I’m sure it will get some updates. Storj developers may not have had much need to recover files internally… but with almost 30k nodes now somebody will by trying to recover their hashstore tables probably every day. That tool is going to get used a lot!

I guess they run most if not all of the select nodes but hardware seems to be much more reliable there.

I have used the tool 4 or 5 times so far. The problem was caused by bad HDD sectors (all Toshiba 18TB :enraged_face:). I just copied all files to new location with rsync. If a hashtable was damaged I used the tool to write a new one. For damaged logfiles I tried ddrescue but it did not recover anything that rsync had not copied already. With zfs any bad sector results in missing data of blocksize if there is no redundancy. However, all nodes survived even with some of those 128K holes in the logfiles.

2 Likes

18TB drives should be pretty new, like 4 years or less. Dissapointing to see Toshiba failing so badly. Do you use UPS? Did the drives were baught on sh market?
I have 5 years old Seagates that don’t show any problems.

All bought new over a period of about 2 years.

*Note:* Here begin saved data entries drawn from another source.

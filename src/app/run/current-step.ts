import { ChangeDetectionStrategy, Component, computed, input, output } from '@angular/core';
import type { Step } from '../../../procedures/document';
import type { RunCommand, Series } from '../../../procedures/engine/showing';
import type { GearItem } from '../core/wire';
import { CautionGate } from './frame/caution-gate';
import { HandSide } from './frame/hand-side';
import { WideSide } from './frame/wide-side';
import type { ClocksNow } from './hold-clock';
import { LaterStep } from './later';
import type { ListenDone, SeriesTaken } from './listen/listen-requests';
import type { PhotoTaken } from './photo/photo-file';
import type { RunProblem, RunView } from './run-view';
import { StartEntry } from './start/start-entry';
import { cautionToRead } from './step-cautions';

/** The current step: its cautions first, then the entry of its kind. */
@Component({
  selector: 'bay-current-step',
  imports: [CautionGate, HandSide, LaterStep, StartEntry, WideSide],
  templateUrl: './current-step.html',
  styles: ':host { display: contents }',
  changeDetection: ChangeDetectionStrategy.OnPush,
})
export class CurrentStepView {
  readonly run = input.required<RunView>();
  readonly step = input.required<Step>();
  /** The site's instruments. */
  readonly gear = input.required<readonly GearItem[]>();
  /** The device's clock. */
  readonly now = input.required<number>();
  /** Reads the run's clocks. */
  readonly clocks = input.required<() => ClocksNow>();
  /** The listen step's kept series, once its bytes are read. */
  readonly kept = input<Series>();
  readonly problem = input<RunProblem>();
  readonly isBusy = input(false);
  readonly commanded = output<RunCommand>();
  readonly seriesTaken = output<SeriesTaken>();
  readonly finished = output<ListenDone>();
  readonly photoTaken = output<PhotoTaken>();
  readonly wouldGoTo = output<string | undefined>();
  readonly holdOver = output();
  readonly leftForBench = output();

  /** The caution that has to be acknowledged before the step's entry unlocks. */
  protected readonly caution = computed(() => {
    const step = this.step();
    if (step.kind === 'start' || step.kind === 'finding') return undefined;
    const at = cautionToRead(this.run(), step);
    return at === undefined ? undefined : { at };
  });
  /** Whether it is a start card that nobody else has a part in. */
  protected readonly isOwnStart = computed(() => {
    const { kind, release, verify } = this.step();
    return kind === 'start' && release === undefined && verify === undefined;
  });
}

So no problem with RMA, sometimes they even replaced a bad 18TB with a 20TB.

I am using a lot of HDDs under same conditions in 4 HE server cases with UPS. Seagate, WD, Toshiba, size is 12TB..28TB. Only MG09 18TB dying like flies.

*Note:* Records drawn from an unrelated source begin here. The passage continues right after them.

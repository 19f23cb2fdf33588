import * as fc from 'fast-check';
import { parseScanLog } from '../../procedures/calculations';
import { brokenContract, cellSoup, damagedLog, goodLogs } from '../support/scan-log-contract';

/** Ten times as many in npm run test:long. */
const numRuns = 300;

describe('parseScanLog on what is no log', () => {
  it.each([
    ['random bytes', fc.uint8Array({ maxLength: 400 })],
    ['random text', fc.string({ unit: 'binary', maxLength: 300 })],
    ['cells in any order', cellSoup],
    ['good files that were damaged', damagedLog],
  ] as [string, fc.Arbitrary<Uint8Array | string>][])('keeps its contract: %s', (_what, input) => {
    fc.assert(
      fc.property(input, (bytes) => expect(brokenContract(bytes)).toBeUndefined()),
      { numRuns },
    );
  });

  it('keeps its contract on the good files themselves', () => {
    expect(goodLogs.map(brokenContract)).toEqual(goodLogs.map(() => undefined));
  });
});

/** Processor time of this process in milliseconds, which a busy machine does not stretch; the least of three. */
function costMs(text: string): number {
  const costs = Array.from({ length: 3 }, () => {
    const began = process.cpuUsage();
    parseScanLog(text);
    const { user, system } = process.cpuUsage(began);
    return (user + system) / 1000;
  });
  return Math.min(...costs);
}

const repeated = (part: string, length: number): string => part.repeat(Math.ceil(length / part.length));

describe('the time of parseScanLog', () => {
  it.each<[string, (length: number) => string]>([
    ['a plain log', (length) => `Time,MAP (kPa),IAT (C)\n${rows(length)}`],
    ['one line of cells', (length) => `Time,MAP\n0,93.9\n${repeated('1.5,', length)}`],
    ['one line of digits', (length) => `Time,MAP\n0,93.9\n${repeated('1', length)}`],
    ['one line of blanks', (length) => `Time,MAP\n0,93.9\n${repeated(' ', length)}x`],
    ['one line of quotes', (length) => `Time,MAP\n0,93.9\n${repeated('"', length)}`],
    [
      'a header of very many columns over short rows',
      (length) => `Time,${repeated('a,', length / 2)}\n${rows(length / 2)}`,
    ],
    ['every row a channel of its own', (length) => `time,channel,value\n${ownChannels(length)}`],
    ['headers that come again', (length) => repeated('Time,MAP (kPa)\n0,93.9\n', length)],
    ['a preamble without end', (length) => `${repeated('words, and more of them\n', length)}Time,MAP\n0,1\n`],
  ])('grows with the length of the file and no faster: %s', (_what, textOf) => {
    const [short, long] = [textOf(200_000), textOf(2_000_000)];
    costMs(short);
    // Ten times the length; what memory costs beyond that is the machine's.
    expect(costMs(long)).toBeLessThan(16 * costMs(short) + 100);
  });
});

function rows(length: number): string {
  const lines: string[] = [];
  for (let index = 0, sum = 0; sum < length; index++) {
    const line = `${(index / 10).toFixed(1)},${(93.9 + (index % 50) / 10).toFixed(1)},${24 + (index % 7)}\n`;
    lines.push(line);
    sum += line.length;
  }
  return lines.join('');
}

function ownChannels(length: number): string {
  const lines: string[] = [];
  for (let index = 0, sum = 0; sum < length; index++) {
    const line = `${index},c${index},${index % 9}\n`;
    lines.push(line);
    sum += line.length;
  }
  return lines.join('');
}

Right now I have another 3 on my desk ready for RMA.

The 18 TB was the first one using MAMR technolgy btw. :thinking:

What are the symptoms of dying? I only had one with bad sectors, which I RMA’d, the other ones are running very well.

It is always increasing numbers of bad sectors.

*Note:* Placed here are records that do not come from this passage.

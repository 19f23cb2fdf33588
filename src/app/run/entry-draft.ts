import { computed, inject, Injectable, signal, type Signal } from '@angular/core';
import { Subject } from 'rxjs';
import type { RunEvent } from '../../../procedures/engine/showing';
import { SettingsBook } from '../core/settings-book';
import { WriteAhead } from '../core/write-ahead';
import type { RunView } from './run-view';

/** What stands in one field, and the seq of the event since which it stands there. */
interface KeptField {
  readonly since: number;
  readonly value: unknown;
}

type KeptFields = Readonly<Record<string, KeptField>>;

interface KeptRow {
  readonly fields?: KeptFields;
}

/** A field of an entry: reads what stands in it, and takes what is entered. */
export interface EntryField<T> {
  (): T;
  set(value: T): void;
  update(change: (value: T) => T): void;
}

type EventType = RunEvent['type'];

/**
 * What records an entry, takes it back, or brings the run to another step or to the same one anew: then nothing of the
 * entry before stands any more. What only interrupts, a pause, a reload, new gear, is not among them.
 */
const endsEntry: ReadonlySet<EventType> = new Set<EventType>([
  'opened',
  'step-claimed',
  'step-redone',
  'branch-overruled',
  'reading-recorded',
  'undone',
  'choice-made',
  'codes-recorded',
  'series-recorded',
  'not-measurable',
  'finding-reached',
  'write-up-written',
  'closed',
]);

/**
 * What is entered in the current step and not recorded yet, kept on the tablet at every change, so that a reload, a
 * killed browser or a pause loses nothing. It is no part of the record. Provided by the run's page.
 */
@Injectable()
export class EntryDraft {
  private readonly settings = inject(SettingsBook);
  private readonly ahead = inject(WriteAhead);

  private readonly kept = signal<KeptFields>({});
  private runId: string | undefined;
  private recalled: Promise<void> = Promise.resolve();
  private isWriting = false;
  private isStale = false;

  /** Something was entered or taken out of a field: what was said about the entry before no longer holds. */
  readonly changed = new Subject<void>();

  /** Finds again what was entered in this run before a reload. */
  async recall(runId: string): Promise<void> {
    if (this.runId === runId) return this.recalled;
    this.runId = runId;
    this.kept.set({});
    this.recalled = this.read(runId);
    return this.recalled;
  }

  /**
   * A field by its name, which tells it from every other field that may be shown at a step. It is empty again after
   * whatever ends an entry, and after the events that are named beside that.
   */
  field<T>(run: Signal<RunView>, name: () => string, empty: T, alsoEndedBy: readonly EventType[]): EntryField<T> {
    const value = computed<T>(() => {
      const field = this.kept()[name()];
      const isHere = field !== undefined && field.since === since(run().events, alsoEndedBy);
      return isHere && isLike(field.value, empty) ? field.value : empty;
    });
    const set = (next: T): void => {
      const { header, events } = run();
      this.put(header.runId, name(), { since: since(events, alsoEndedBy), value: next });
    };
    return Object.assign(() => value(), { set, update: (change: (now: T) => T) => set(change(value())) });
  }

  /** Drops what stands in the fields of an entry that is over. */
  tidy({ header, events }: Pick<RunView, 'header' | 'events'>): void {
    const from = since(events, []);
    const kept = this.kept();
    const live = Object.entries(kept).filter(([, field]) => field.since >= from);
    if (header.runId !== this.runId || live.length === Object.keys(kept).length) return;
    this.kept.set(Object.fromEntries(live));
    void this.write();
  }

  private put(runId: string, name: string, field: KeptField): void {
    if (this.runId !== runId) void this.recall(runId);
    this.kept.update((kept) => ({ ...kept, [name]: field }));
    this.changed.next();
    void this.write();
  }

  private async read(runId: string): Promise<void> {
    const row = await this.settings.read<KeptRow>(keyOf(runId));
    const left = this.ahead.left<KeptRow>(keyOf(runId));
    // What was entered while it was being read is newer.
    if (this.runId !== runId) return;
    // What the page before could not finish writing is newer than what it wrote.
    this.kept.update((kept) => ({ ...row?.fields, ...left?.value?.fields, ...kept }));
  }

  /** One write at a time, each with what stands in the fields when it begins: nothing waits to be kept. */
  private async write(): Promise<void> {
    this.isStale = true;
    if (this.runId !== undefined) this.ahead.put(keyOf(this.runId), { fields: this.kept() });
    if (this.isWriting) return;
    this.isWriting = true;
    try {
      await this.recalled;
      while (this.isStale && this.runId !== undefined) {
        this.isStale = false;
        const fields = this.kept();
        if (Object.keys(fields).length === 0) await this.settings.forget(keyOf(this.runId));
        else await this.settings.write(keyOf(this.runId), { fields });
        if (!this.isStale) this.ahead.done(keyOf(this.runId));
      }
    } finally {
      this.isWriting = false;
    }
  }
}

/** A field of the entry at the run's current step, in a component's own fields. */
export function entryField<T>(
  run: Signal<RunView>,
  name: string | (() => string),
  empty: T,
  alsoEndedBy: readonly EventType[] = [],
): EntryField<T> {
  return inject(EntryDraft).field(run, typeof name === 'string' ? () => name : name, empty, alsoEndedBy);
}

/** The seq of the newest event that ended an entry. */
function since(events: readonly RunEvent[], alsoEndedBy: readonly EventType[]): number {
  for (let index = events.length - 1; index >= 0; index -= 1) {
    const event = events[index];
    if (event !== undefined && (endsEntry.has(event.type) || alsoEndedBy.includes(event.type))) return event.seq;
  }
  return 0;
}

/** Another build may have kept something else under the name. */
function isLike<T>(value: unknown, empty: T): value is T {
  return typeof value === typeof empty && Array.isArray(value) === Array.isArray(empty) && value !== null;
}

const keyOf = (runId: string): string => `entry-draft:${runId}`;
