/** A second tap within this time is a bounce or a hasty double tap, never a decision about the next step. */
export const tapGuardMs = 400;

/**
 * What a tap is for. A point or a mark of a ramp follows its own moment, as close to the one before as it comes; to stop
 * is never too soon.
 */
export type TapKind = 'decision' | 'ramp' | 'stop';

/** Lets one tap through, and the next one only when the guard time is over. */
export class TapGuard {
  private last = Number.NEGATIVE_INFINITY;
  private lastDecision = Number.NEGATIVE_INFINITY;

  constructor(private readonly monotonic: () => number) {}

  /** Whether a tap now counts; one that counts starts the guard time anew. */
  admit(kind: TapKind = 'decision'): boolean {
    const now = this.monotonic();
    const since = kind === 'ramp' ? this.lastDecision : this.last;
    if (kind !== 'stop' && now - since < tapGuardMs) return false;
    this.last = now;
    if (kind !== 'ramp') this.lastDecision = now;
    return true;
  }
}

/** The same control again within this time, milliseconds, is the finger bouncing on it. */
export const bounceMs = { key: 150, mark: 250 } as const;

/** Tells a finger's bounce on one control from a tap on another. */
export class BounceGuard {
  private readonly last = new Map<string, number>();

  constructor(private readonly monotonic: () => number) {}

  /** Whether a tap on the control counts now. A bounce does not lengthen the time. */
  admit(control: string, withinMs: number = bounceMs.key): boolean {
    const now = this.monotonic();
    if (now - (this.last.get(control) ?? Number.NEGATIVE_INFINITY) < withinMs) return false;
    this.last.set(control, now);
    return true;
  }
}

This one is still in use but will be replaced soon.

BTW: All my old MG09 having firmware 0104 while latest replacements having 0107. Is there a way to flash new firmware to Toshiba drives?

For the “normal” End-User, I don’t think so. I don’t know what kind of benefit it’ll bring. Bad sectors etc. are more likely a hw failure.

I would like to update firmware before errors occure. In my opinion there is something wrong with MAMR and they might have fixed this by changing parameters in later firmware versions.

You jinxed it, my second MG09 has bad sectors too, time to swapt it out and do the next RMA and get 5 Years warranty again.

All my MG10s hae 0104 as well, and when I got two through RMA, they had 0105 and 0107

I’ve not found any user-reachable tool that I could get to work.

HDDguru has some files: HDD Firmware Downloads. PC-3000 Support Downloads. Data recovery and HDD repair tools

And Dell of all have some as well: https://www.dell.com/support/home/da-dk/drivers/driversdetails?driverid=kk671&msockid=397e729ffc5d625236bb6411fde7635b

As far as I know replacement drives only have remaining warranty from old drive. So you can get more than one replacement but not forever.

Doesn’t you basically get a new one with a new S/N? My replacement was manufactured 2025 so pretty new.

New S/N yes but warranty is a database so they can just transfer remaining days. Although all my replacements looking like new I don’t think this is the case, refurbished is more likely.

Where are you based? In Europe, the entire warrenty is reset, once RMA finished. This is law for all products

I’ve heard of minimum-term seller warranties in Europe… but not that RMAs keep resetting it. Perhaps that’s just in certain countries (like Germany maybe)?

I haven’t heard of it in North America: replacement products just get however many days were left from the initial warranty.